В некотором смысле современный нейросетевой бум — это возвращение в шестидесятые, но с вычислительными мощностями XXI века. Это повод задуматься об интересном оптическом искажении: сегодня, когда мы смотрим на огромные языковые модели, обученные на гигантских массивах данных и работающие на тысячах специализированных ускорителей, кажется, будто сама идея машинного обучения родилась вместе с современными GPU и дата-центрами. История перцептрона напоминает, насколько это неверно.
Современные нейросети выросли из очень старой мечты: создать машину, которой не нужно заранее объяснять весь мир.
Ее сопровождала другая, не менее радикальная идея: что, если сосредоточиться не на том, чтобы делать отдельную машину умнее, а на том, чтобы соединить множество машин так, чтобы они образовали качественно новую среду?
Как мир попал в паутину
В начале 1960-х компьютер сам по себе был чрезвычайно дорогой и редкой машиной. Он занимал целое помещение (как сегодняшний дата-центр, полный серверов, каждый из которых в тысячи раз мощнее такого гиганта из 60-х), обслуживался специальным персоналом и часто работал в режиме, который сегодня напоминал бы централизованный сервис: множество людей и организаций соперничали за получение доступа к ограниченному вычислительному ресурсу.
Связать два компьютера между собой кабелем в принципе не было инженерной проблемой (хотя этот кабель должен был быть очень длинным!). Сначала нужно было ответить на более фундаментальный вопрос: а что именно должны делать две машины, когда они оказываются соединены?
Обмениваться файлами? Передавать результаты вычислений? Использовать ресурсы друг друга? Работать как единая система?
В 1960-е инженеры постепенно пришли к мысли, которая сегодня кажется самоочевидной: вычислительная мощность сама по себе является не единственным ценным ресурсом. Не менее, а может в перспективе и более важной будет возможность передавать информацию между вычислительными системами.
Эта перспектива оправдалась, сегодня она называется интернет.
Если для каждого взаимодействия двух машин создавать отдельное соединение, сеть быстро становится громоздкой и дорогой. Кроме того, возникает проблема устойчивости: что произойдет, если важный узел окажется недоступен?
Вокруг этих вопросов в 1960-е начали развиваться идеи, которые впоследствии получили название пакетной коммутации.

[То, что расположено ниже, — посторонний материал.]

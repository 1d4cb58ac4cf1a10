import { error } from '@sveltejs/kit';
import { message, setError, superValidate, type SuperValidated, fail } from 'sveltekit-superforms';
import { zod4 } from 'sveltekit-superforms/adapters';
import { z } from 'zod';
import { openingWindows } from '$lib/booking/calendar';
import { BOOKING_STATES } from '$lib/booking/rules';
import { localSlotToInstants, weekOf } from '$lib/booking/week';
import { availableBookingActions } from '$lib/booking/workflow';
import {
	bookingFormSchema,
	bookingMoveFormSchema,
	bookingSchema,
	closureFormSchema,
	closureSchema,
	type BookingFormInput
} from '$lib/schemas/booking';
import { canBook } from '$lib/server/access';
import {
	bookableCampaigns,
	changeBooking,
	createBooking,
	createClosure,
	findBookingFor,
	listBookings,
	listClosures,
	proposeFor
} from '$lib/server/bookings';
import { getFacility } from '$lib/server/facilities';
import { requirePermission, requireUser } from '$lib/server/guards';
import { refuse, STATUS_OF_REFUSAL, type Outcome } from '$lib/server/outcome';
import type { Actions, PageServerLoad } from './$types';
import { postedBaseVersion, withBaseVersion } from '$lib/server/form-versions';
import { postedForm, validatePosted } from '$lib/server/forms';
import type { StaleRefusal } from '$lib/server/versions';
import { staleSentence } from '$lib/versions';

/** Each campaign's booking form has its own id, so a refusal lands in that campaign's form. */
const bookFormId = (campaignId: string) => `book-${campaignId}`;
const CLOSURE_FORM_ID = 'closure';

export const load: PageServerLoad = async ({ locals, params, url }) => {
	const user = requireUser(locals);
	const facility = getFacility(locals.db, params.id);
	if (!facility) error(404, { message: 'No such facility.' });
	const day = url.searchParams.get('day');
	const week = weekOf(day ?? url.searchParams.get('week'), facility.timeZone);
	// The day view is one column of the same week, wider.
	const shown = day ? week.days.filter((d) => d.iso === day) : week.days;
	const booker = canBook(user);
	const now = Date.now();
	const bookable = booker ? bookableCampaigns(locals.db, facility.id) : [];
	const bookForms: Record<string, SuperValidated<BookingFormInput>> = {};
	for (const c of bookable) {
		bookForms[c.id] = await superValidate(
			{ campaignId: c.id, start: '', end: '', note: '' },
			zod4(bookingFormSchema),
			{ id: bookFormId(c.id), errors: false }
		);
	}
	return {
		facility,
		week,
		view: day && shown.length ? ('day' as const) : ('week' as const),
		days: shown.length ? shown : week.days,
		bookings: listBookings(locals.db, user, facility.id, week.from, week.to).map((b) => ({
			...b,
			actions: availableBookingActions(b.state, user)
		})),
		closures: listClosures(locals.db, facility.id, week.from, week.to),
		windows: openingWindows(
			facility.openingHours,
			facility.timeZone,
			week.from.getTime(),
			week.to.getTime()
		),
		canBook: booker,
		bookable: bookable.map((c) => ({
			...c,
			proposal: proposeFor(locals.db, facility.id, c.occupancy_s - c.booked_s, now)
		})),
		bookForms,
		closureForm: booker
			? await superValidate(
					{ kind: 'maintenance' as const, reason: '', start: '', end: '' },
					zod4(closureFormSchema),
					{ id: CLOSURE_FORM_ID, errors: false }
				)
			: null
	};
};

/** The facility, once the user may keep its calendar: checked before any form is read. */
function bookersFacility(locals: App.Locals, facilityId: string) {
	const user = requirePermission(locals, 'book-tunnel-time');
	const facility = getFacility(locals.db, facilityId);
	if (!facility) error(404, { message: 'No such facility.' });
	return { user, facility };
}

type LocalSlotForm = SuperValidated<{ start: string; end: string }>;

/**
 * Answers a valid slot form: its local times become instants in the facility's zone, `save`
 * takes them, and a refusal lands at its field (else on the form), success as `done`.
 */
function saveSlotForm(
	form: LocalSlotForm,
	timeZone: string,
	save: (slot: { start: Date; end: Date }) => Outcome<unknown> | StaleRefusal,
	done: string
) {
	const slot = localSlotToInstants(form.data, timeZone);
	if (!slot) return setError(form, 'start', 'Give a date and time.');
	const saved = save(slot);
	if (!saved.ok) {
		// A form carries no If-Match, so a stale slot is a conflict (409), told in words.
		if ('stale' in saved) return setError(form, '', staleSentence(saved.stale), { status: 409 });
		const field = saved.field === 'start' || saved.field === 'end' ? saved.field : '';
		return setError(form, field, saved.message, { status: STATUS_OF_REFUSAL[saved.code] });
	}
	return message(form, done);
}

/**
 * The write path's own schema over the instants: when the clocks go back, local times in order
 * can name one instant, which the entity's rule refuses at the end field.
 */
function entityInput<S extends z.ZodType>(
	schema: S,
	values: object
): Outcome<{ input: z.output<S> }> {
	const parsed = schema.safeParse(values);
	return parsed.success
		? { ok: true, input: parsed.data }
		: refuse('invalid', parsed.error.issues[0]!.message, 'end');
}

const changeForm = z.object({ bookingId: z.string().min(1), state: z.enum(BOOKING_STATES) });

export const actions: Actions = {
	book: async ({ locals, params, request, url }) => {
		const { user, facility } = bookersFacility(locals, params.id);
		const posted = await postedForm(request);
		if (!posted) return fail(400, { stepError: 'The form could not be read.' });
		const form = await validatePosted(posted, bookingFormSchema, {
			id: bookFormId(String(posted.get('campaignId') ?? ''))
		});
		if (!form.valid) return fail(400, { form });
		return saveSlotForm(
			form,
			facility.timeZone,
			(slot) => {
				const entity = entityInput(bookingSchema, { ...form.data, ...slot });
				if (!entity.ok) return entity;
				return createBooking(locals.db, user, facility.id, entity.input, url.origin);
			},
			'Slot booked.'
		);
	},

	move: async ({ locals, params, request, url }) => {
		const { user, facility } = bookersFacility(locals, params.id);
		const posted = await postedForm(request);
		if (!posted) return fail(400, { stepError: 'The form could not be read.' });
		const bookingId = String(posted.get('bookingId') ?? '');
		const found = findBookingFor(locals.db, user, bookingId, facility.id);
		if (!found.ok) error(STATUS_OF_REFUSAL[found.code], { message: found.message });
		const form = await validatePosted(posted, bookingMoveFormSchema, {
			id: `move-${bookingId}`
		});
		if (!form.valid) return fail(400, { form });
		return saveSlotForm(
			form,
			facility.timeZone,
			(slot) =>
				withBaseVersion(postedBaseVersion(posted), (base) =>
					changeBooking(locals.db, user, bookingId, slot, base, url.origin)
				),
			'Slot moved.'
		);
	},

	change: async ({ locals, params, request, url }) => {
		const { user, facility } = bookersFacility(locals, params.id);
		const body = await postedForm(request);
		const posted = Object.fromEntries(body ?? []);
		const found = findBookingFor(locals.db, user, String(posted.bookingId ?? ''), facility.id);
		if (!found.ok) error(STATUS_OF_REFUSAL[found.code], { message: found.message });
		const parsed = changeForm.safeParse(posted);
		if (!parsed.success) return fail(400, { stepError: 'Choose what the slot becomes.' });
		const changed = withBaseVersion(postedBaseVersion(body), (base) =>
			changeBooking(
				locals.db,
				user,
				found.booking.id,
				{ state: parsed.data.state },
				base,
				url.origin
			)
		);
		if (!changed.ok)
			return 'stale' in changed
				? fail(409, { stepError: staleSentence(changed.stale) })
				: fail(STATUS_OF_REFUSAL[changed.code], { stepError: changed.message });
		return { changed: parsed.data.state };
	},

	close: async ({ locals, params, request }) => {
		const { user, facility } = bookersFacility(locals, params.id);
		const form = await validatePosted(request, closureFormSchema, { id: CLOSURE_FORM_ID });
		if (!form.valid) return fail(400, { form });
		return saveSlotForm(
			form,
			facility.timeZone,
			(slot) => {
				const entity = entityInput(closureSchema, { ...form.data, ...slot });
				if (!entity.ok) return entity;
				return createClosure(locals.db, user, facility.id, entity.input);
			},
			'Closure entered.'
		);
	}
};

Ее основа была одновременно простой и радикальной: сообщение не обязательно должно путешествовать по сети как единый непрерывный объект. Его можно разделить на небольшие части — пакеты. Каждый пакет получает необходимую информацию о том, куда он должен попасть, и затем сеть передает его через доступные маршруты.
Любопытно, что идея пакетной коммутации не возникла как единое изобретение одного человека в одном месте. В США Пол Бэран исследовал устойчивые распределенные коммуникационные системы, в Великобритании Дональд Дэвис разрабатывал собственные концепции передачи информации небольшими блоками и, собственно, ввел широко известный термин packet.
Разные исследовательские группы подходили к сходной проблеме с разных сторон, но постепенно складывалась новая интеллектуальная модель: сеть не обязательно должна состоять из одного главного центра и множества периферийных устройств. Она может быть распределенной.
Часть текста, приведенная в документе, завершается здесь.